Integrating Enrichment, Reduction, and Oxidation Sites in One System for Artificial Photosynthetic Diluted CO2 Reduction

Abstract Artificial photosynthetic diluted CO 2 reduction directly driven by natural sunlight is a challenging, but promising way to realize carbon‐resources recycling utilization. Herein, a three‐in‐one photocatalytic system of CO 2 enrichment, CO 2 reduction and H 2 O oxidation sites is designed for diluted CO 2 reduction. A Zn‐Salen‐based covalent organic framework (Zn‐S‐COF) with oxidation and reductive sites is synthesized; then, ionic liquids (ILs) are loaded into the pores.

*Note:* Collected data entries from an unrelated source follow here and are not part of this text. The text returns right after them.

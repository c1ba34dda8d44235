// SPDX-License-Identifier: GPL-2.0-or-later
#include "model/galaxy_samples.h"

#include <algorithm>
#include <cmath>

#include "base/constants.h"
#include "base/error.h"
#include "base/vector_width.h"
#include "math/cubic_b_spline.h"
#include "math/vector_exp.h"
#include "math/vector_log.h"
#include "math/vector_sin_cos.h"
#include "model/galaxy_table.h"

namespace foreglow {
namespace {

constexpr double degree = constants::pi / 180;
constexpr double infinity = 1e30;

// Distance at which |sun + d n| in the plane reaches the limit.
double exit_of_cylinder(double sun, double limit, const Vector3& n) {
    const double a = n[0] * n[0] + n[1] * n[1];
    if (a < 1e-20) return infinity;
    const double b = -sun * n[0];
    const double c = sun * sun - limit * limit;
    const double root = b * b - a * c;
    return root > 0 ? std::max((-b + std::sqrt(root)) / a, 0.0) : 0.0;
}

GalaxyShape::Layer layer(double sun, double scale, double core, double height) {
    return {core * core, std::sqrt(sun * sun + core * core) / scale, 1 / scale,
            height > 0 ? 1 / height : 0.0};
}

FOREGLOW_INLINE double bounded_exp(double x) {
    const double above = x < -690.0 ? -690.0 : x;
    return vector_exp<ExpPrecision::Single>(above > 690.0 ? 690.0 : above);
}

FOREGLOW_INLINE double tanh_of(double x) {
    const double bounded = x > 30.0 ? 30.0 : (x < -30.0 ? -30.0 : x);
    return 1 - 2 / (vector_exp<ExpPrecision::Single>(2 * bounded) + 1);
}

FOREGLOW_INLINE double value_of(const GalaxyShape::Layer& layer, double r2, double z) {
    return bounded_exp(layer.start - std::sqrt(r2 + layer.core2) * layer.inverse_scale -
                       z * layer.inverse_height);
}

FOREGLOW_INLINE double floor_of(double x) {
    constexpr double shift = 6755399441055744.0;  // 1.5 * 2^52: adding it rounds to an integer
    return ((x - 0.5) + shift) - shift;
}

struct Arms {
    double factor;  // a
};

FOREGLOW_INLINE double arm_factor(const GalaxyShape& g, double x, double y, double r2, double z) {
    const double inverse_r2 = 1 / r2;
    const double cos_2phi = (x * x - y * y) * inverse_r2;
    const double sin_2phi = 2 * x * y * inverse_r2;
    const double log_ratio = 0.5 * vector_log(r2 / (g.sun_radius * g.sun_radius));
    const SinCos turn = vector_sin_cos(g.twice_inverse_tan_pitch * log_ratio - g.twice_phase);
    const double wave = cos_2phi * turn.cos - sin_2phi * turn.sin;
    const double onset = 1 - bounded_exp(-r2 * g.inverse_arm_onset2);
    return 1 + g.arm * wave * onset * bounded_exp(-z * z * g.inverse_arm_height2);
}

// A place in a table of cubic splines: the first of its four points, and the fraction.
struct Knot {
    double first, fraction;
};
FOREGLOW_INLINE Knot knot_of(double at) {
    const double whole = floor_of(at);
    return {whole - 1, at - whole};
}

FOREGLOW_WIDE
void fill(const GalaxyShape& g, const GalaxyRay& ray, double first, double u_step, std::size_t count,
          GalaxySamples& out) {
    const Vector3 n = ray.direction;
    const Vector3 south = ray.south;
    const Vector3 east = ray.east;
    const double log_field_low = std::log(GalaxyNodes::field_low);
    const double log_field_high = std::log(GalaxyNodes::field_high);
    FOREGLOW_INDEPENDENT
    for (std::size_t s = 0; s < count; ++s) {
        const double grown = bounded_exp((first + static_cast<double>(static_cast<int>(s)) + 0.5) * u_step);
        const double distance = GalaxyRay::start * (grown - 1);
        const double step = GalaxyRay::start * grown * u_step;
        const double x = distance * n[0] - g.sun_radius;
        const double y = distance * n[1];
        const double signed_z = distance * n[2];
        const double z = signed_z < 0 ? -signed_z : signed_z;
        const double r2 = x * x + y * y + 1e-20;
        const double r = std::sqrt(r2);
        const double a = arm_factor(g, x, y, r2, z);

        const double disc = g.disc_strength * value_of(g.disc_field, r2, z) * a *
                            (1 - bounded_exp(-r2 * g.inverse_disc_onset2)) *
                            tanh_of((r - g.reversal_radius) * g.inverse_reversal_width);
        const double from_layer = (z - g.halo_height) * g.inverse_halo_width;
        const double ring = r * g.inverse_halo_radius;
        const double halo = g.halo_strength * tanh_of(signed_z * g.inverse_halo_onset) /
                            (1 + from_layer * from_layer) * ring * bounded_exp(1 - ring);
        const double along_r = disc * g.sin_pitch / r;
        const double along_phi = (halo - disc * g.cos_pitch) / r;
        const double bx = along_r * x - along_phi * y;
        const double by = along_r * y + along_phi * x;
        const double bz = g.vertical_strength * value_of(g.vertical_field, r2, z);
        const double to_observer = -(bx * n[0] + by * n[1] + bz * n[2]);
        const double to_south = bx * south[0] + by * south[1] + bz * south[2];
        const double to_east = bx * east[0] + by * east[1] + bz * east[2];
        const double random =
            g.random_strength * value_of(g.random_field, r2, z) * std::sqrt(a > 0.1 ? a : 0.1);

        const double random2 = random * random * (2.0 / 3);
        const double field2 = to_south * to_south + to_east * to_east + random2 + 1e-300;
        const double log_field = 0.5 * vector_log(field2);
        const double low = log_field < log_field_low ? log_field_low : log_field;
        const double bounded = low > log_field_high ? log_field_high : low;
        const double amount = std::sqrt(field2) * step;
        const double arms = 1 + g.young_arm_contrast * (a - 1);
        out.step[s] = step;
        out.old_weight[s] = amount * value_of(g.old_disc, r2, 0);
        out.young_weight[s] = amount * value_of(g.young_disc, r2, z) * (arms > 0 ? arms : 0.0);
        out.q_share[s] = (to_east * to_east - to_south * to_south) / field2;
        out.u_share[s] = -2 * to_south * to_east / field2;
        out.random_share[s] = random2 / field2;
        const double gas =
            g.thick_density * value_of(g.thick_gas, r2, z) + g.thin_density * value_of(g.thin_gas, r2, z) * a;
        out.depth[s] = depth_per_kpc * gas * to_observer * step;
        out.dispersion[s] = g.dispersion_factor * gas * gas * random * random * step;

        const Knot field = knot_of((bounded - log_field_low) / GalaxyNodes::field_step + GalaxyNodes::margin);
        const Knot height =
            knot_of(std::sqrt(z * g.inverse_height_limit) / GalaxyTable::height_step + GalaxyTable::margin);
        const BSplineWeights of_field = b_spline_weights(field.fraction);
        const BSplineWeights of_height = b_spline_weights(height.fraction);
        out.field_place[s] = field.first;
        out.height_place[s] = height.first;
#pragma GCC unroll 4
        for (std::size_t i = 0; i < 4; ++i) {
            out.field_weight[i][s] = of_field.value[i];
            out.field_slope[i][s] = of_field.slope[i];
            out.height_weight[i][s] = of_height.value[i];
        }
    }
}

}  // namespace

GalaxyRay::GalaxyRay(const GalaxySpec& galaxy, const Vector3& n) : direction(n) {
    const double in_plane = std::hypot(n[0], n[1]);
    const double cos_l = in_plane > 0 ? n[0] / in_plane : 1.0;
    const double sin_l = in_plane > 0 ? n[1] / in_plane : 0.0;
    south = {n[2] * cos_l, n[2] * sin_l, -in_plane};
    east = {-sin_l, cos_l, 0};
    length = std::min(exit_of_cylinder(galaxy.sun_radius, galaxy.radius_limit, n), galaxy.distance_limit);
    if (std::abs(n[2]) > 1e-20) length = std::min(length, galaxy.height_limit / std::abs(n[2]));
    stretched = std::log1p(length / start);
}

GalaxyShape::GalaxyShape(const GalaxySpec& g)
    : sun_radius(g.sun_radius),
      inverse_height_limit(1 / g.height_limit),
      old_disc(layer(g.sun_radius, g.radius, g.core, 0)),
      young_disc(layer(g.sun_radius, g.young_radius, g.young_core, g.young_height)),
      disc_field(layer(g.sun_radius, g.disc_radius, g.disc_core, g.disc_height)),
      vertical_field(layer(g.sun_radius, g.disc_radius, g.disc_core, 0)),
      random_field(layer(g.sun_radius, g.random_radius, g.random_core, g.random_height)),
      thick_gas(layer(g.sun_radius, g.thick_radius, g.thick_core, g.thick_height)),
      thin_gas(layer(g.sun_radius, g.thin_radius, g.thin_core, g.thin_height)),
      arm(g.arm),
      twice_inverse_tan_pitch(2 / std::tan(g.pitch * degree)),
      twice_phase(2 * g.arm_phase * degree),
      inverse_arm_onset2(1 / (g.arm_onset * g.arm_onset)),
      inverse_arm_height2(1 / (g.arm_height * g.arm_height)),
      young_arm_contrast(g.young_arm_contrast),
      disc_strength(g.disc_field),
      sin_pitch(std::sin(g.pitch * degree)),
      cos_pitch(std::cos(g.pitch * degree)),
      inverse_disc_onset2(1 / (g.disc_onset * g.disc_onset)),
      reversal_radius(g.reversal_radius),
      inverse_reversal_width(1 / g.reversal_width),
      halo_strength(g.halo_field),
      halo_height(g.halo_height),
      inverse_halo_width(1 / g.halo_width),
      inverse_halo_radius(1 / g.halo_radius),
      inverse_halo_onset(1 / g.halo_onset),
      vertical_strength(g.vertical_field),
      random_strength(g.random_field),
      thick_density(g.thick_density),
      thin_density(g.thin_density),
      dispersion_factor(depth_per_kpc * depth_per_kpc / 3 * g.turbulence_length) {}

void make_samples(const GalaxyShape& shape, const GalaxyRay& ray, std::size_t first, std::size_t steps,
                  GalaxySamples& out) {
    FOREGLOW_EXPECTS(first < steps);
    out.count = std::min(GalaxySamples::capacity, steps - first);
    fill(shape, ray, static_cast<double>(first), ray.stretched / static_cast<double>(steps), out.count, out);
}

}  // namespace foreglow
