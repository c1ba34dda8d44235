// SPDX-License-Identifier: GPL-2.0-or-later
#include "model/galaxy_points.h"

#include <gtest/gtest.h>

#include <cmath>

#include "model/galaxy_maps.h"
#include "model/galaxy_turbulence.h"

namespace foreglow {
namespace {

const std::vector<std::int64_t> pixels{5, 1500, 1537, 3071, 1500};

std::vector<PointRow> make_rows() {
    std::vector<PointRow> rows;
    for (const double hz : {70e6, 1.4e9, 30e9})
        rows.push_back({{{hz}, {1.0}}, Frequency::from_hz(hz), {}});
    rows.push_back({{{20e9, 25e9}, {0.25, 0.75}}, Frequency::from_ghz(23), {}});
    return rows;
}

TEST(GalaxyPoints, AreThePixelsThatTheMakerOfMapsMakes) {
    GalaxySpec galaxy;
    galaxy.index_scatter = 0.1;  // so that all fields are drawn
    const HealpixGrid grid(16);
    const auto rows = make_rows();
    const GalaxyPoints points(galaxy, Frequency::from_hz(408e6), grid, true);
    const std::vector<PointValues> got = points.answer(pixels, rows);
    const GalaxyMaker maker(galaxy, std::make_shared<const GalaxyTable>(galaxy), grid, true);
    const std::vector<Frequency> frequencies{Frequency::from_hz(70e6), Frequency::from_hz(1.4e9),
                                             Frequency::from_hz(30e9), Frequency::from_hz(20e9),
                                             Frequency::from_hz(25e9)};
    const GalaxyMaps maps = maker.make_pixels(pixels, frequencies, true);
    for (std::size_t i = 0; i < pixels.size(); ++i) {
        // A ring of a field by itself differs from the whole by rounding, 1e-14 of its unit size; q and u are
        // below i.
        const double tolerance = 1e-12;
        for (std::size_t k = 0; k < 3; ++k) {
            EXPECT_NEAR(got[k].brightness[i] / maps.i[k][i], 1, tolerance);
            EXPECT_NEAR(got[k].q[i] / maps.i[k][i], maps.q[k][i] / maps.i[k][i], tolerance);
            EXPECT_NEAR(got[k].u[i] / maps.i[k][i], maps.u[k][i] / maps.i[k][i], tolerance);
        }
        const double band = 0.25 * maps.i[3][i] + 0.75 * maps.i[4][i];
        EXPECT_NEAR(got[3].brightness[i] / band, 1, tolerance);
    }
    EXPECT_EQ(got[0].brightness[1], got[0].brightness[4]);
}

TEST(GalaxyPoints, HaveTheSlopeOfTheirBrightness) {
    const HealpixGrid grid(16);
    const GalaxyPoints points(GalaxySpec{}, Frequency::from_hz(408e6), grid, false);
    std::vector<PointRow> rows;
    for (const double hz : {0.99e9, 1e9, 1.01e9})
        rows.push_back({{{hz}, {1.0}}, Frequency::from_hz(hz), {}});
    const std::vector<PointValues> got = points.answer(pixels, rows);
    EXPECT_TRUE(got[0].q.empty());
    for (std::size_t i = 0; i < pixels.size(); ++i) {
        const double slope = std::log(got[2].brightness[i] / got[0].brightness[i]) / std::log(1.01 / 0.99);
        // The stencil's 0.3^4/30 of a fifth derivative below 0.1, and the chord's 1e-4/6 of a third one.
        EXPECT_NEAR(got[1].index[i], slope, 5e-5);
        EXPECT_NEAR(got[1].curvature[i], 0.5 * (got[2].index[i] - got[0].index[i]) / std::log(1.01 / 0.99),
                    1e-3);  // the difference of two stencils over 0.02
        EXPECT_EQ(got[0].index_reference[i], got[2].index_reference[i]);
    }
}

TEST(TurbulenceWaves, GiveSinglePixelsAsTheyAreInTheWholeSky) {
    GalaxySpec galaxy;
    galaxy.index_scatter = 0.1;
    const HealpixGrid grid(16);
    const TurbulenceWaves waves(galaxy, grid, true);
    const TurbulenceFields whole = waves.everywhere();
    const TurbulenceFields some = waves.at(pixels);
    for (std::size_t i = 0; i < pixels.size(); ++i) {
        const auto p = static_cast<std::size_t>(pixels[i]);
        // Fields of unit size, sums of 500 terms of either sign.
        EXPECT_NEAR(some.brightness[i], whole.brightness[p], 1e-13);
        EXPECT_NEAR(some.index[i], whole.index[p], 1e-13);
        EXPECT_NEAR(some.q[i], whole.q[p], 1e-13);
        EXPECT_NEAR(some.u[i], whole.u[p], 1e-13);
    }
}

}  // namespace
}  // namespace foreglow
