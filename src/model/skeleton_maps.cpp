// SPDX-License-Identifier: GPL-2.0-or-later
#include "model/skeleton_maps.h"

#include <algorithm>

#include "base/parallel.h"
#include "base/vector_width.h"
#include "sphere/sky_map.h"

namespace foreglow {
namespace {

// out = sum over r of coefficients[r] maps[r]; four maps at a time keep the sums in registers.
FOREGLOW_WIDE
void combine_pixels(const double* const* maps, const double* coefficients, std::size_t count, double* out,
                    std::size_t n) {
    std::fill_n(out, n, 0.0);
    std::size_t r = 0;
    for (; r + 4 <= count; r += 4) {
        const double *a = maps[r], *b = maps[r + 1], *c = maps[r + 2], *d = maps[r + 3];
        const double ca = coefficients[r], cb = coefficients[r + 1], cc = coefficients[r + 2],
                     cd = coefficients[r + 3];
        for (std::size_t i = 0; i < n; ++i)
            out[i] += (ca * a[i] + cb * b[i]) + (cc * c[i] + cd * d[i]);
    }
    for (; r < count; ++r) {
        const double* a = maps[r];
        const double ca = coefficients[r];
        for (std::size_t i = 0; i < n; ++i)
            out[i] += ca * a[i];
    }
}

constexpr std::size_t pixel_block = 1024;  // a block of every skeleton stays in the second-level cache
struct Terms {
    std::vector<const double*> maps;
    std::vector<double> coefficients;
};

Terms terms_of(const JointRank& rank, const std::vector<std::vector<double>>& maps, std::size_t channel,
               std::size_t first_channel) {
    Terms terms;
    if (rank.is_plain) {
        terms.maps.push_back(maps[channel - first_channel].data());
        terms.coefficients.push_back(1.0);
        return terms;
    }
    for (std::size_t r = 0; r < rank.skeletons.size(); ++r) {
        if (rank.coefficients(channel, r) == 0) continue;
        terms.maps.push_back(maps[r].data());
        terms.coefficients.push_back(rank.coefficients(channel, r));
    }
    return terms;
}

}  // namespace

void combine_skeletons(const JointRank& rank, const std::vector<std::vector<double>>& all,
                       std::size_t channel, std::size_t first_channel, std::size_t begin,
                       std::span<double> out) {
    const Terms terms = terms_of(rank, all, channel, first_channel);
    std::vector<const double*> maps(terms.maps.size());
    for (std::size_t first = 0; first < out.size(); first += pixel_block) {
        const std::size_t n = std::min(pixel_block, out.size() - first);
        for (std::size_t r = 0; r < maps.size(); ++r)
            maps[r] = terms.maps[r] + begin + first;
        combine_pixels(maps.data(), terms.coefficients.data(), maps.size(), out.data() + first, n);
    }
}

void undefine_marked(const std::vector<std::uint8_t>& marks, std::size_t begin, std::span<double> out) {
    for (std::size_t i = 0; i < out.size(); ++i)
        if (marks[begin + i] != 0) out[i] = undefined_pixel;
}

Alm combine_alms(std::span<const Alm* const> terms, const Matrix& weights, std::size_t channel) {
    constexpr std::int64_t block = 8192;
    Alm sum(terms.front()->lmax());
    const auto out = sum.values();
    parallel_for_blocks(
        static_cast<std::int64_t>(out.size()), block, [&](std::int64_t begin, std::int64_t end) {
            for (std::size_t k = 0; k < terms.size(); ++k) {
                const double weight = weights(channel, k);
                if (weight == 0) continue;
                const auto term = terms[k]->values();
                for (auto i = static_cast<std::size_t>(begin); i < static_cast<std::size_t>(end); ++i)
                    out[i] += weight * term[i];
            }
        });
    return sum;
}

}  // namespace foreglow
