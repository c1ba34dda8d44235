// SPDX-License-Identifier: GPL-2.0-or-later
#include "model/sky_region.h"

#include <algorithm>
#include <cmath>

#include "base/constants.h"
#include "base/error.h"
#include "base/parallel.h"
#include "sphere/sky_map.h"

namespace foreglow {
namespace {

constexpr double edge_width = 10 * constants::pi / 180;

double soft_edge(double sine_of_latitude, double cut) {
    const double beyond = std::asin(std::min(1.0, std::abs(sine_of_latitude))) - cut;
    if (beyond <= 0) return 0;
    return beyond >= edge_width ? 1.0 : 0.5 * (1 - std::cos(constants::pi * beyond / edge_width));
}

}  // namespace

std::vector<double> make_latitude_weights(const HealpixGrid& grid, Frame frame, Angle latitude_cut) {
    std::vector<double> weights(static_cast<std::size_t>(grid.npix()), 1.0);
    if (latitude_cut.radians() <= 0) return weights;
    const Vector3 pole = rotation_between(frame, Frame::Galactic)[2];
    parallel_for_blocks(grid.ring_count(), 16, [&](std::int64_t begin, std::int64_t end) {
        for (int r = static_cast<int>(begin); r < static_cast<int>(end); ++r) {
            const auto ring = grid.ring(r);
            const auto values = std::span(weights).subspan(static_cast<std::size_t>(ring.first_pixel),
                                                           static_cast<std::size_t>(ring.pixels));
            if (frame == Frame::Galactic) {
                std::fill(values.begin(), values.end(), soft_edge(ring.cos_theta, latitude_cut.radians()));
                continue;
            }
            std::vector<Vector3> directions(values.size());
            grid.directions(ring.first_pixel, directions);
            for (std::size_t i = 0; i < values.size(); ++i)
                values[i] = soft_edge(
                    directions[i][0] * pole[0] + directions[i][1] * pole[1] + directions[i][2] * pole[2],
                    latitude_cut.radians());
        }
    });
    return weights;
}

void exclude_undefined(std::span<double> weights, std::span<const double> values) {
    FOREGLOW_EXPECTS(weights.size() == values.size());
    for (std::size_t i = 0; i < values.size(); ++i)
        if (!is_defined(values[i])) weights[i] = 0;
}

RegionMoments region_moments(std::span<const double> weights) {
    RegionMoments moments;
    for (const double w : weights) {
        moments.mean_square += w * w;
        moments.mean_fourth += w * w * w * w;
    }
    moments.mean_square /= static_cast<double>(weights.size());
    moments.mean_fourth /= static_cast<double>(weights.size());
    return moments;
}

}  // namespace foreglow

As a result, [Emim]BF 4 @Zn‐S‐COF shows a visible‐light‐driven CO 2 ‐to‐CO conversion rate of 105.88 µmol g −1 h −1 under diluted CO 2 (15%) atmosphere, even superior than most photocatalysts in high concentrations CO 2 . Moreover, natural sunlight driven diluted CO 2 reduction rate also reaches 126.51 µmol g −1 in 5 h. Further experiments and theoretical calculations reveal that the triazine ring in the Zn‐S‐COF promotes the activity of H 2 O oxidation and CO 2 reduction sites, and the loaded ILs provide an enriched CO 2 atmosphere, realizing the efficient photocatalytic activity in diluted CO 2 reduction.